Before I left on my trip to Skidmore, I wondered on this blog if I would encounter any difficulty with local residents who had recently expressed concern, to put it lightly, over my characterization of shooter Del Clement as a short, hot-tempered drunk. A trucker had warned that I had better not write about Clement at all anymore, and another had said my facts were wrong–that Del was a wonderful human being–and that I should in fact just forget about the whole thing, since everyone else had. (This was Del’s mother, Barbara Clement, who died herself just a month or so before my visit. This leaves three Clement boys.)
I was in and around Skidmore for three days and two nights, and encountered no trouble. Had I sought out the Clements and their crowd, I would have gone to the Elks Club in Maryville on Saturday night, the scene of my almost-violent encounter with Del and his friends years ago. But there was no reason to go looking for trouble. As the author of In Broad Daylight, I draw plenty of attention whenever I’m in Skidmore, or Maryville, or anywhere in Nodaway County.
I was in town to spend time with the Goslee family, who had put me up and supported my research for many years, and had received considerable grief for doing it, and to attend a barbecue put on my Dave Dunbar in Lamoni, Iowa. I will soon post photos of my visit.
Skidmore looks different. The bank is closed; Mom’s cafe is closed; the grocery store where McElroy shot Bo over one of his kids swiping some candy is closed. And not too long ago, Sumy’s, a gas station and coffee shop since 1943, closed. Several of those who observed the shooting were standing in front of the station, which is just a few yards up the hill from where the riflemen were standing. The D & G Tavern, most recently the Skidmore Tavern, in front of which Ken was sitting in his Silverado when the bullets tore through the window glass and shattered his skull, was also closed. (D & G stood for Del and Greg Clement. Del was serving beer in the tavern just before the shooting). The Tavern, a quonset hut set on a cement floor, stunk irredeemably of grease from all the burgers fried up in there over the years.
However, a new cafe opened across the street, in the old post office, in front of which the shooters were standing when they opened fire. It’s called the Outcast Cafe, and is big and clean and cheap. It has a bar, and music on the weekend. Everyone hopes it’ll make it, because it’s the last hope for the small town. It’s owned and run by newcomers. They know the story of Ken McElroy, but they weren’t here when it happened.
Skidmore is down from 450 (when I was there) to 325. With the businesses gone, the Punkin’ Festival defunct, it has little vibrancy.
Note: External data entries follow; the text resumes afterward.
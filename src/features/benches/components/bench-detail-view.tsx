import { useState } from 'react';
import { z } from 'zod';
import { Alert } from '../../../components/ui/alert';
import { Badge } from '../../../components/ui/badge';
import { Button } from '../../../components/ui/button';
import { FormErrorSummary } from '../../../components/ui/form-error-summary';
import { Panel } from '../../../components/ui/panel';
import { Select } from '../../../components/ui/select';
import { TextField } from '../../../components/ui/text-field';
import { formatCalendarDate } from '../../../lib/format-time';
import { useZodForm } from '../../../lib/use-zod-form';
import {
  createInstrumentRequestSchema,
  createMaintenanceRequestSchema,
  instrumentKindLabels,
  instrumentKinds,
  type BenchDetail,
  type Instrument,
} from '../../../../shared/schemas/bench-detail';
import { useAddInstrument, useLogMaintenance, useUpdateInstrument } from '../api/bench-detail';

export interface BenchDetailViewProps {
  detail: BenchDetail;
  /** Editors add probes and loggers and record calibrations. */
  canManage: boolean;
  /** Editors and testers log maintenance. */
  canLog: boolean;
  /** Today as YYYY-MM-DD, from the loader (keeps rendering pure). */
  today: string;
}

/** A bench's hardware, its probes and logger with their calibration, and its maintenance log. */
export function BenchDetailView({ detail, canManage, canLog, today }: BenchDetailViewProps) {
  const { bench, setUp, instruments, maintenance } = detail;
  const overdue = instruments.filter((instrument) => instrument.calibrationOverdue);
  return (
    <div className="space-y-5">
      {overdue.length > 0 && (
        <Alert tone="warning" title="Calibration past due">
          {overdue.map((instrument) => instrument.label).join(', ')} {overdue.length === 1 ? 'is' : 'are'} past{' '}
          {overdue.length === 1 ? 'its' : 'their'} calibration date or was never calibrated. Readings from{' '}
          {overdue.length === 1 ? 'it' : 'them'} need a check before they are published.
        </Alert>
      )}
      <div className="grid grid-cols-1 gap-5 lg:grid-cols-2">
        <Panel title="Hardware" description={setUp ? `Built to the profile ${setUp.name}.` : undefined}>
          {setUp ? (
            <dl className="grid grid-cols-[max-content_1fr] gap-x-4 gap-y-1.5 text-sm">
              {[
                ['Case and fans', setUp.caseAndFans],
                ['CPU cooler', setUp.cooler],
                ['Power supply', setUp.psu],
                ['Memory', setUp.memory],
                [
                  'Room',
                  `${setUp.roomTempTargetC.toFixed(1)}\u2009°C ± ${setUp.roomTempToleranceC.toFixed(1)}\u2009°C`,
                ],
                ['Probe type', setUp.probeType],
                ['Probe placement', setUp.probePlacement],
              ].map(([term, value]) => (
                <div key={term} className="contents">
                  <dt className="text-muted">{term}</dt>
                  <dd>{value}</dd>
                </div>
              ))}
            </dl>
          ) : (
            <p className="text-sm text-muted">
              Built to no bench profile, so its set-up is not described. An editor can choose one on the Benches page.
            </p>
          )}
          {bench.notes && <p className="mt-3 text-sm">{bench.notes}</p>}
        </Panel>

        <Panel title="Probes and logger">
          {instruments.length === 0 ? (
            <p className="text-sm text-muted">No probes or logger recorded for this bench yet.</p>
          ) : (
            <ul aria-label="Probes and logger" className="divide-y divide-rule">
              {instruments.map((instrument) => (
                <InstrumentLine
                  key={instrument.id}
                  benchId={bench.id}
                  instrument={instrument}
                  canManage={canManage}
                  today={today}
                />
              ))}
            </ul>
          )}
          {canManage && <AddInstrumentForm benchId={bench.id} />}
        </Panel>
      </div>

      <Panel title="Maintenance log" description="What was done to this bench, newest first.">
        {canLog && <MaintenanceForm benchId={bench.id} today={today} />}
        {maintenance.length === 0 ? (
          <p className="text-sm text-muted">Nothing logged yet.</p>
        ) : (
          <ol aria-label="Maintenance log" className="mt-3 divide-y divide-rule">
            {maintenance.map((entry) => (
              <li key={entry.id} className="flex flex-wrap gap-x-4 gap-y-0.5 py-2 text-sm">
                <span className="numeric w-28 shrink-0">{formatCalendarDate(entry.doneOn)}</span>
                <span className="min-w-0 flex-1">{entry.description}</span>
                <span className="text-muted">{entry.recordedBy?.displayName ?? 'Former staff member'}</span>
              </li>
            ))}
          </ol>
        )}
      </Panel>
    </div>
  );
}

function InstrumentLine({
  benchId,
  instrument,
  canManage,
  today,
}: {
  benchId: number;
  instrument: Instrument;
  canManage: boolean;
  today: string;
}) {
  const update = useUpdateInstrument();
  const [error, setError] = useState<string | null>(null);
  return (
    <li className="flex flex-wrap items-start gap-x-4 gap-y-1 py-2 text-sm">
      <div className="min-w-0 flex-1 basis-48">
        <p className="font-semibold">
          {instrument.label} <span className="font-normal text-muted">· {instrumentKindLabels[instrument.kind]}</span>
        </p>
        <p className="text-[0.8125rem] text-muted">
          {[instrument.model, instrument.serialNumber && `serial ${instrument.serialNumber}`]
            .filter(Boolean)
            .join(', ')}
        </p>
      </div>
      <div className="text-[0.8125rem]">
        <p>Calibrated: {instrument.calibratedOn ? formatCalendarDate(instrument.calibratedOn) : 'never'}</p>
        <p>
          Next due: {instrument.nextCalibrationDue ? formatCalendarDate(instrument.nextCalibrationDue) : '—'}{' '}
          {instrument.calibrationOverdue && <Badge tone="negative">Past due</Badge>}
        </p>
        {error && <p className="text-red">{error}</p>}
      </div>
      {canManage && (
        <Button
          size="sm"
          pending={update.isPending}
          aria-label={`Calibrated today: ${instrument.label}`}
          onClick={() =>
            update.mutate(
              { benchId, instrumentId: instrument.id, changes: { calibratedOn: today } },
              { onSuccess: () => setError(null), onError: (failure) => setError(failure.message) },
            )
          }
        >
          Calibrated today
        </Button>
      )}
    </li>
  );
}

const instrumentForm = z
  .object({
    kind: z.string(),
    label: z.string(),
    model: z.string(),
    serialNumber: z.string(),
    calibratedOn: z.string(),
    calibrationIntervalMonths: z.string(),
  })
  .transform((values): z.input<typeof createInstrumentRequestSchema> => ({
    kind: values.kind as z.input<typeof createInstrumentRequestSchema>['kind'],
    label: values.label,
    model: values.model,
    serialNumber: values.serialNumber,
    calibratedOn: values.calibratedOn || null,
    // An empty field is not zero months: NaN makes the schema say what to enter.
    calibrationIntervalMonths: values.calibrationIntervalMonths.trim()
      ? Number(values.calibrationIntervalMonths)
      : Number.NaN,
  }))
  .pipe(createInstrumentRequestSchema);

function AddInstrumentForm({ benchId }: { benchId: number }) {
  const add = useAddInstrument();
  const [added, setAdded] = useState<string | null>(null);
  const form = useZodForm({
    schema: instrumentForm,
    initialValues: {
      kind: 'probe',
      label: '',
      model: '',
      serialNumber: '',
      calibratedOn: '',
      calibrationIntervalMonths: '12',
    },
    labels: {
      kind: 'Kind',
      label: 'Name',
      model: 'Type or model',
      serialNumber: 'Serial number',
      calibratedOn: 'Last calibrated',
      calibrationIntervalMonths: 'Months between calibrations',
    },
  });
  const submit = form.handleSubmit(
    (instrument) =>
      add.mutate(
        { benchId, instrument },
        {
          onSuccess: (saved) => {
            setAdded(`${saved.label} is added.`);
            form.reset();
          },
          onError: form.fail,
        },
      ),
    () => setAdded(null),
  );
  return (
    <form
      noValidate
      onSubmit={submit}
      aria-label="Add a probe or logger"
      className="mt-4 space-y-3 border-t border-rule pt-3"
    >
      <h3 className="text-sm font-semibold">Add a probe or logger</h3>
      {added && (
        <Alert tone="success" announce>
          {added}
        </Alert>
      )}
      <FormErrorSummary {...form.problems('Not added')} />
      <div className="grid grid-cols-[repeat(auto-fit,minmax(12rem,1fr))] gap-3">
        <Select
          {...form.field('kind')}
          options={instrumentKinds.map((kind) => ({ value: kind, label: instrumentKindLabels[kind] }))}
        />
        <TextField {...form.field('label')} autoComplete="off" />
        <TextField {...form.field('model')} optional autoComplete="off" />
        <TextField {...form.field('serialNumber')} optional autoComplete="off" />
        <TextField {...form.field('calibratedOn')} optional type="date" />
        <TextField {...form.field('calibrationIntervalMonths')} inputMode="numeric" />
      </div>
      <Button type="submit" pending={add.isPending}>
        Add
      </Button>
    </form>
  );
}

function MaintenanceForm({ benchId, today }: { benchId: number; today: string }) {
  const log = useLogMaintenance();
  const form = useZodForm({
    schema: createMaintenanceRequestSchema,
    initialValues: { doneOn: today, description: '' },
    labels: { doneOn: 'Done on', description: 'What was done' },
  });
  const submit = form.handleSubmit((entry) =>
    log.mutate({ benchId, entry }, { onSuccess: () => form.reset(), onError: form.fail }),
  );
  return (
    <form noValidate onSubmit={submit} aria-label="Log maintenance" className="space-y-3">
      <FormErrorSummary {...form.problems('Not logged')} />
      <div className="grid grid-cols-1 gap-3 sm:grid-cols-[12rem_1fr]">
        <TextField {...form.field('doneOn')} type="date" max={today} />
        <TextField {...form.field('description')} autoComplete="off" maxLength={500} />
      </div>
      <Button type="submit" pending={log.isPending}>
        Log it
      </Button>
    </form>
  );
}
A lot of old timers complain that they don’t know many of the other residents, a lot of whom work in surrounding communities. An outsider has taken to buying residences, and storing tremendous amounts of junk in the yards.
But Skidmore is still Skidmore. You feel it when you drive into town. When you park in front of the old D & G. McElroy may have been shot there 30 years ago (next July), but in some ways it could have been last July. The mainstreet is eerily quiet in mid-morning. Faces turn away at a stranger’s approach. It could be all in my mind, but I don’t think so. Faulkner wrote that “The past is never dead. It’s not even past.” Nowhere is that more true than the small community of Skidmore, where the past is the terror and murder of a terror-stoking outlaw 30 years ago.
I have another story to tell: my drinks with one of McElroy’s sons, who had been adopted and didn’t realize who his father was until he was grown and had graduated from college. Imagine what McElroy would make of that: a college graduate for a son. It’ll be a day or two. After the photos.